DATA PROVIDED START

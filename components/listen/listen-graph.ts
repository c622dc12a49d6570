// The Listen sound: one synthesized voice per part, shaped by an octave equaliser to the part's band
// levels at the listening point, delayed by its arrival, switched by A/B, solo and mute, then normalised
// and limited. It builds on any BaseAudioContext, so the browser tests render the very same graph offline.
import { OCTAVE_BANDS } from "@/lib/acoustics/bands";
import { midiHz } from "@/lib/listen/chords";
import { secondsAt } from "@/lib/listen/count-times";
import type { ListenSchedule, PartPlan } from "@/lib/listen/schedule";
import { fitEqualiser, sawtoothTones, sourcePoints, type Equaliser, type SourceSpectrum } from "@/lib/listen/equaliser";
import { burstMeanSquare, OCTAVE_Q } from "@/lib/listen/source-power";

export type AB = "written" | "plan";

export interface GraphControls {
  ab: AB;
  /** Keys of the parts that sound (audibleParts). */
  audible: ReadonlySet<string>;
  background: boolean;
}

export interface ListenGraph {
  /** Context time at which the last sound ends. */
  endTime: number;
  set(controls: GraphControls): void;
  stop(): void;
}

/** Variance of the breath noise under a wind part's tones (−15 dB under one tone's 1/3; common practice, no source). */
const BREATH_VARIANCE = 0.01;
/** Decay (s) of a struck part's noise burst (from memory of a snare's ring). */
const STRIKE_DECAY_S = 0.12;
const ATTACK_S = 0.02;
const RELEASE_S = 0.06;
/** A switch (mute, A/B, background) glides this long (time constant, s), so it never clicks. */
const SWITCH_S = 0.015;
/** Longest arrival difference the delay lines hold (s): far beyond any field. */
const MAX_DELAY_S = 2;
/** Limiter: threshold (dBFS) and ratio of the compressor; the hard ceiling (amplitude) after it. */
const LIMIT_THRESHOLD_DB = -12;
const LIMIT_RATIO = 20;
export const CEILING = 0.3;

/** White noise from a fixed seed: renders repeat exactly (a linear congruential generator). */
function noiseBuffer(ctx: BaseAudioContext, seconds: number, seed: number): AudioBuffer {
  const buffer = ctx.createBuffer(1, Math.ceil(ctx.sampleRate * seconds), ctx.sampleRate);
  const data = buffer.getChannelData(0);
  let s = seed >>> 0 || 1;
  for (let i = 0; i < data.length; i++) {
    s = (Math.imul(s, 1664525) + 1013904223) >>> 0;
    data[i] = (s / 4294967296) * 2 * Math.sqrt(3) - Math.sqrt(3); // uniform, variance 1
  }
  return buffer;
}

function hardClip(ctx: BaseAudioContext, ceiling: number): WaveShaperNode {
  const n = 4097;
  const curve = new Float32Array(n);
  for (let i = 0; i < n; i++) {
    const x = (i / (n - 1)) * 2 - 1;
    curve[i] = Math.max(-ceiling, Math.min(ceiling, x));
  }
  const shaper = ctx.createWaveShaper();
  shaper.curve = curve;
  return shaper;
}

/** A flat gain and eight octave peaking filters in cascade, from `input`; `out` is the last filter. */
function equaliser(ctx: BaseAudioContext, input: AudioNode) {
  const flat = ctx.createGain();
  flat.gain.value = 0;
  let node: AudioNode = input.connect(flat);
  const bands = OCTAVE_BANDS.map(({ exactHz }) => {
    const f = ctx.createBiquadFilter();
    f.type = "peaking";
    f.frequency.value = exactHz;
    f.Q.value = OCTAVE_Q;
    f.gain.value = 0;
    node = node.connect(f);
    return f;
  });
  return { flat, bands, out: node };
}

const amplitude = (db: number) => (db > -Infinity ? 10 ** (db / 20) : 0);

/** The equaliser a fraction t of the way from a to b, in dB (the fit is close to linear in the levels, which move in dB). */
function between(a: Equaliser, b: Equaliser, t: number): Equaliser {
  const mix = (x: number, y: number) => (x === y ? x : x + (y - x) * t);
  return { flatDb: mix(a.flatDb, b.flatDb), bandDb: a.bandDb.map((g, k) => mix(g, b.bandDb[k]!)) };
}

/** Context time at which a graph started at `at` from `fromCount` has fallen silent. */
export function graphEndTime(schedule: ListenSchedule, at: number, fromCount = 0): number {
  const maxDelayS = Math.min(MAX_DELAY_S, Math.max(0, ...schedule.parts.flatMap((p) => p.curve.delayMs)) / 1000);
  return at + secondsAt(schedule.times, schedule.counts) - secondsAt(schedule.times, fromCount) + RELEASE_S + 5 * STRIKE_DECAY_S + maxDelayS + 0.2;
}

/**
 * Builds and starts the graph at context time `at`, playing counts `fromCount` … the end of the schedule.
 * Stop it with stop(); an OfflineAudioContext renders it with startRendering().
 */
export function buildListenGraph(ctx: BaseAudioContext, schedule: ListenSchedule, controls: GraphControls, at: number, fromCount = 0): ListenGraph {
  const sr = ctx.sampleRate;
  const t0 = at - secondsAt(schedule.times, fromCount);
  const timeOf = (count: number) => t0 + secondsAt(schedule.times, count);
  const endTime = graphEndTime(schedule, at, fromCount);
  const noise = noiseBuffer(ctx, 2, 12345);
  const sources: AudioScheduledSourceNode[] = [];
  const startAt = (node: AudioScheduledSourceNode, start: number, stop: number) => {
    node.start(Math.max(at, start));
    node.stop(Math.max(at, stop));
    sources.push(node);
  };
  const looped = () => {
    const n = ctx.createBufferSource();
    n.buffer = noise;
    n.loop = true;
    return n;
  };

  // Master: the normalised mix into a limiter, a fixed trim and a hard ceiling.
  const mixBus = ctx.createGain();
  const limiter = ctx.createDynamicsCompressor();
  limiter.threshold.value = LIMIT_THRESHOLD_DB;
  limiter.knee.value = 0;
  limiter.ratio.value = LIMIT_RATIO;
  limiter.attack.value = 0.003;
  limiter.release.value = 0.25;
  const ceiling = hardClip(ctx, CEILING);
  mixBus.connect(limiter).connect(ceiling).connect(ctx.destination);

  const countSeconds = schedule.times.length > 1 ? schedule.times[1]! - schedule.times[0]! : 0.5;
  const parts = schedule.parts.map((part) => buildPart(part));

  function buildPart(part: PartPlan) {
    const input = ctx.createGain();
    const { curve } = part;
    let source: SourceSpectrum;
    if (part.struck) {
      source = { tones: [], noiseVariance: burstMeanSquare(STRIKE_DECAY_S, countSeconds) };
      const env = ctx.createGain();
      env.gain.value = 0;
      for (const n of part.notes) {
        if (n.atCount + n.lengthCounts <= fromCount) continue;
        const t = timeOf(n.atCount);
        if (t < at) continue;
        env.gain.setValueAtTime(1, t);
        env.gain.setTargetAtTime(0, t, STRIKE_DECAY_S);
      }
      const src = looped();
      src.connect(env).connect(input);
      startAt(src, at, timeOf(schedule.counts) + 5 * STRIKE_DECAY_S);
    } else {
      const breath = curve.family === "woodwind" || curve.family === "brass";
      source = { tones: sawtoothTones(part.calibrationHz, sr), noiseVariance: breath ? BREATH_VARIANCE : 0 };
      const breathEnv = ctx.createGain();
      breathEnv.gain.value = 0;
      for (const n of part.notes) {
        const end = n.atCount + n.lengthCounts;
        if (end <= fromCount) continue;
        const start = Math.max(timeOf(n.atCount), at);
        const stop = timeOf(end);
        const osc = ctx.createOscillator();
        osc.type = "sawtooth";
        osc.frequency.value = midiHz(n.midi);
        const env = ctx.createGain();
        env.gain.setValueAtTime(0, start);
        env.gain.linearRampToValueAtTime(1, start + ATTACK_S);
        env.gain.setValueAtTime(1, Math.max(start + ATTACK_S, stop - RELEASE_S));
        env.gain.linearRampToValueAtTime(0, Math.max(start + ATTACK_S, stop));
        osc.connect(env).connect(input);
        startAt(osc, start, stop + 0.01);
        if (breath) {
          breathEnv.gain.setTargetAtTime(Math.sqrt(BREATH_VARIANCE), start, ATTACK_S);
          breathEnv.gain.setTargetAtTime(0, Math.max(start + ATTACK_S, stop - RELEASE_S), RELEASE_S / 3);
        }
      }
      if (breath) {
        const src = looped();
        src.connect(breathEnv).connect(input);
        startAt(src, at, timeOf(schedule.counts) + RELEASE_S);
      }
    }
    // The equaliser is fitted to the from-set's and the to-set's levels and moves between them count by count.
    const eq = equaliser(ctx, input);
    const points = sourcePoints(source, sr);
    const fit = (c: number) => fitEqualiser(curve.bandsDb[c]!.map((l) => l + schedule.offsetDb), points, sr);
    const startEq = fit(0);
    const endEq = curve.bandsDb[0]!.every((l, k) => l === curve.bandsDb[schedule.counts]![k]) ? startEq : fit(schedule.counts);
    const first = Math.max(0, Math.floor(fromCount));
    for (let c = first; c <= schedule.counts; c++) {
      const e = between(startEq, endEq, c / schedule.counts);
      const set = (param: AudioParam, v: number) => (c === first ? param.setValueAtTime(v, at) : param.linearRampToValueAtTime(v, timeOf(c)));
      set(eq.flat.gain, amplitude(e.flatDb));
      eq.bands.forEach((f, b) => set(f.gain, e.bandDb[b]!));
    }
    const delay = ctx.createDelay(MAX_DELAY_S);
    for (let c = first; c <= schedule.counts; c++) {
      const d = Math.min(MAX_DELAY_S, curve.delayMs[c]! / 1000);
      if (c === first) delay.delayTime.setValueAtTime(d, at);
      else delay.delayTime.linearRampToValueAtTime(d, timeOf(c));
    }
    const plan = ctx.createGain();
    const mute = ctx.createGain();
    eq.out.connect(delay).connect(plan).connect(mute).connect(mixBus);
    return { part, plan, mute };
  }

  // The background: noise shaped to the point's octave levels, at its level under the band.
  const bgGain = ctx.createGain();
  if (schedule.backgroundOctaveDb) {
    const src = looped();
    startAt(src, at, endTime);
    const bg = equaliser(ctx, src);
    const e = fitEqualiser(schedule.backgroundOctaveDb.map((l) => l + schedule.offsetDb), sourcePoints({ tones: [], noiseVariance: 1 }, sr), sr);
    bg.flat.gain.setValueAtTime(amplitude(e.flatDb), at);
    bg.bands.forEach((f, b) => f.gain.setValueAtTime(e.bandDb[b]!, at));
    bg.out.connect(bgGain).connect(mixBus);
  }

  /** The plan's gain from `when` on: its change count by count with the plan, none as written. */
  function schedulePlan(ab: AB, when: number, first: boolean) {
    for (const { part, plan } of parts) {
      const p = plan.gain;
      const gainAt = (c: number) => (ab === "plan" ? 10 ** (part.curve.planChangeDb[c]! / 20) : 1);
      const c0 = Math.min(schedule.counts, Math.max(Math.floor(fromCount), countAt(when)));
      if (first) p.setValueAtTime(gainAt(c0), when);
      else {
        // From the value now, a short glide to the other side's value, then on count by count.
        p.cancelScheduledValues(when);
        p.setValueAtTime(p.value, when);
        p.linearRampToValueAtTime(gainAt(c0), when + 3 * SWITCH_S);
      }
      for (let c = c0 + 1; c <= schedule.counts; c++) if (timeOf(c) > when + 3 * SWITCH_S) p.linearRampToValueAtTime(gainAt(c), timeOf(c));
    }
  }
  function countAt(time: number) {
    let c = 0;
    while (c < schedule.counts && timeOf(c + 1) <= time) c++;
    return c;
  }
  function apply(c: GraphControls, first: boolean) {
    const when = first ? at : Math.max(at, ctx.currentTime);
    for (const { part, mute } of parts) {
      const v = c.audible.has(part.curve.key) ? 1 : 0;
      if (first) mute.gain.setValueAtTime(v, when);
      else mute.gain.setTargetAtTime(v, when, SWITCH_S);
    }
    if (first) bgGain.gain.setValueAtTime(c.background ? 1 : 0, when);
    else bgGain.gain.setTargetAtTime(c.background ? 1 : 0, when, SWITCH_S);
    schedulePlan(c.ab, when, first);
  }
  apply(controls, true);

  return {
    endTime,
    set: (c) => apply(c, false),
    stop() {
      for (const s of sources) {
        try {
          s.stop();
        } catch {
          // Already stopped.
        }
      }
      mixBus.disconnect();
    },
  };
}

DATA PROVIDED END

TASK ITEM —
The lines that contain the word "bandsDb" are wanted; copy each of them from the records.

OUTPUT OF THE TASK —
    const fit = (c: number) => fitEqualiser(curve.bandsDb[c]!.map((l) => l + schedule.offsetDb), points, sr);
    const endEq = curve.bandsDb[0]!.every((l, k) => l === curve.bandsDb[schedule.counts]![k]) ? startEq : fit(schedule.counts);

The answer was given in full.